Good idea having extra fuel on-hand. For sure if the power is out at your house, so will it be at most gas stations.


----------



## Waypoint (Jan 28, 2014)

Robert Coats nailed it, we lived through that for 12 days after Sandy here in NJ. Gas stations fit into one of three categories:

1.) Had gas, but no power. CLOSED
2.) Had power, but no gas. CLOSED
3.) Had both and a mile or longer line waiting. 

Proud to say I never had to wait in a gas station line the entire 12 days...thanks to Honda for the fuel-efficient EU2000i and decent prior gas storage planning on our part.


----------



## Dqalex (Nov 25, 2012)

Waypoint said:


> Robert Coats nailed it, we lived through that for 12 days after Sandy here in NJ. Gas stations fit into one of three categories:
> 
> 1.) Had gas, but no power. CLOSED
> 2.) Had power, but no gas. CLOSED
> ...


I learned a lot from Sandy. The first was I didn't store enough gas. I was one of the people standing inline for gas. My son and I stood inline on Tuesday for two hours for $20 each and we were grateful to get it. On that Wednesday I got a text message my EU6500 was waiting for me to pick it up in Trenton NJ. I drove there and saw many gas stations open with no line. I opened the box and filled the generator right in the back of my truck. I had some gas cans and filled them too. The efficiency of the EU6500 made a huge difference from my 5000 watt screaming generac. Now I can store up to 130 gallons of gas if I have to. I like the gas in the cans VS the generators. Its much easier to rotate the fuel supply every few months.


----------



## Waypoint (Jan 28, 2014)

I filled up 3x 5gal cans and the 6gal boat tank the Saturday before Sandy hit and the kid pumping gas laughed about it. Like I'm not going to use it all even if the storm doesn't hit, moron.

That was 6-7 days' worth of gas with the EU2000 running constantly except for oil changes, or 11-12 days shutting down at night.

I also had 16gal in the fair-weather fun car's tank and the ability to pump it out into cans if needed, but kept that as a backup.

Working in PA and driving my pickup truck, I was able to refill gas cans without a problem. Even hauled a few neighbors' cans to help out.

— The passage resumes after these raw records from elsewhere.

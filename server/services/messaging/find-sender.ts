import { and, asc, desc, eq, gte, inArray, sql } from 'drizzle-orm'
import type { Queryable, Transaction } from '#server/db/client'
import { messages, pathways, patients, sites, visits } from '#server/db/schema/index'
import type { Asked } from '#shared/domain/messaging/reply'
import type { StoredKind } from '#shared/domain/messaging/vocabulary'

const hourMs = 3_600_000
/** A visit that began a little while ago is still the one that is talked about. */
const visitStillMeantMs = 6 * hourMs
const askedWithinMs = 7 * 24 * hourMs
const bothAskedWithinMs = 24 * hourMs

const askAboutVisit: readonly StoredKind[] = ['surgery.reminder', 'dayone.evening', 'dayone.morning', 'visit.reminder', 'visit.changed', 'missing.patient']
const askAboutSymptoms: readonly StoredKind[] = ['safety.day3', 'safety.day7']

/** Unscoped: a text carries no session; the number is all that says who it is from. A number that two people share matches nobody by itself, but says which unit. */
export async function unscopedFindSender(tx: Transaction, from: string, now: Date) {
  const known = await tx.select({ id: patients.id, siteId: patients.siteId }).from(patients).where(eq(patients.phone, from)).orderBy(desc(patients.createdAt)).limit(20)
  const [first] = known
  if (!first || known.some(row => row.id !== first.id)) return { whose: undefined, siteId: first?.siteId ?? null }
  const found = await tx.select({ patient: patients, pathway: pathways, site: sites }).from(patients)
    .innerJoin(pathways, eq(pathways.patientId, patients.id)).innerJoin(sites, eq(sites.id, pathways.siteId))
    .where(eq(patients.id, first.id)).orderBy(sql`${pathways.state} = 'closed'`, sql`${pathways.operatedAt} desc nulls last`)
  const [latest] = found
  if (!latest) return { whose: undefined, siteId: first.siteId }
  const [visit] = await tx.select().from(visits)
    .where(and(eq(visits.patientId, first.id), inArray(visits.state, ['booked', 'missing']), gte(visits.startsAt, new Date(now.getTime() - visitStillMeantMs)))).orderBy(asc(visits.startsAt)).limit(1)
  const ofVisit = visit ? found.find(row => row.pathway.id === visit.pathwayId) : undefined
  return { whose: { ...(ofVisit ?? latest), visit }, siteId: latest.site.id }
}
export type Sender = NonNullable<Awaited<ReturnType<typeof unscopedFindSender>>['whose']>

/**
 * What the last texts asked this patient. When the questions about symptoms were sent within a day of one about a visit, a bare
 * yes is read as the answer to them: taking it for the visit could hide that something is wrong, the other way costs a call.
 */
export async function lastAsked(db: Queryable, patientId: string, now: Date): Promise<Asked | undefined> {
  const asked = await db.select({ kind: messages.kind, sentAt: messages.sentAt }).from(messages)
    .where(and(eq(messages.patientId, patientId), eq(messages.recipientKey, `patient:${patientId}`), inArray(messages.kind, [...askAboutVisit, ...askAboutSymptoms]), inArray(messages.state, ['sent', 'delivered']), gte(messages.sentAt, new Date(now.getTime() - askedWithinMs))))
    .orderBy(desc(messages.sentAt)).limit(20)
  const [last] = asked
  if (!last) return undefined
  const symptoms = asked.find(each => askAboutSymptoms.includes(each.kind))
  return symptoms?.sentAt && (symptoms === last || now.getTime() - symptoms.sentAt.getTime() < bothAskedWithinMs) ? 'symptoms' : 'visit'
}
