import { messageEvents, messages } from '#server/db/schema/index'
import { mayWrite } from '#server/policies/messaging'
import { appendAudit } from '#server/services/audit/append-audit'
import { notifyLive } from '#server/services/audit/notify-live'
import type { ServiceContext } from '#server/services/context'
import { loadCorrespondent } from '#server/services/messaging/get-conversation'
import { DomainError } from '#shared/domain/errors'

const dayMs = 86_400_000

/** A person writes to a patient. `key` comes from the page, so that a second press sends nothing twice. */
export async function writeByHand(ctx: ServiceContext, input: { patientId: string, words: string, key: string }): Promise<{ channel: 'text' | 'email' }> {
  const { site, channel } = await ctx.db.transaction(async (tx) => {
    const { patient, pathway, site } = await loadCorrespondent(tx, ctx.actor, input.patientId)
    if (!mayWrite(ctx.actor, site.id)) throw new DomainError('messaging.not-allowed', 'You may not write to patients of this site.')
    const mayText = Boolean(patient.phone) && !patient.textsStoppedAt && patient.preferredChannel !== 'email'
    const channel = mayText ? 'text' as const : 'email' as const
    const toAddress = mayText ? patient.phone : patient.email
    if (patient.messageConsent !== true || !toAddress) throw new DomainError('messaging.no-way', 'This person wants no texts and no e-mail, or has none: ring them.')
    const [row] = await tx.insert(messages).values({
      kind: 'reply.hand', recipientKey: `patient:${patient.id}`, subjectKey: `patient:${patient.id}`, occasion: input.key, channel, patientId: patient.id, pathwayId: pathway.id, siteId: site.id,
      toAddress, subject: channel === 'email' ? `A message from ${site.name}` : '', body: `${input.words} Worried? Ring ${site.phone}.`, language: 'en', dueAt: ctx.now, expiresAt: new Date(ctx.now.getTime() + dayMs), createdAt: ctx.now,
    }).onConflictDoNothing().returning({ id: messages.id })
    if (row) {
      await tx.insert(messageEvents).values({ messageId: row.id, at: ctx.now, kind: 'queued', detail: { by: ctx.actor.personId } })
      await appendAudit(tx, { at: ctx.now, event: 'messaging.sent-by-hand', personId: ctx.actor.personId, subjectKind: 'patient', subjectId: patient.id, siteId: site.id, payload: { messageId: row.id } })
    }
    return { site, channel }
  })
  await notifyLive(ctx.db, 'message', site.id, [])
  return { channel }
}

I really didn't think we'd be down for 12 days, maybe 5 tops as with the 2011 October snowstorm. Lesson learned here as well.


----------



## arubalou (Feb 9, 2013)

so right about the gas...i was lucky to find stations that were open. next time as soon as they start talking about a storm i am filling up....if the storm never happens ill just use the gas in my cars.


----------



## Waypoint (Jan 28, 2014)

arubalou said:


> so right about the gas...i was lucky to find stations that were open. next time as soon as they start talking about a storm i am filling up....if the storm never happens ill just use the gas in my cars.


Getting the gas out of the car's tank might be harder than you may think. Many newer car tanks have anti-siphon measures built in.


----------



## Dqalex (Nov 25, 2012)

Waypoint said:


> Getting the gas out of the car's tank might be harder than you may think. Many newer car tanks have anti-siphon measures built in.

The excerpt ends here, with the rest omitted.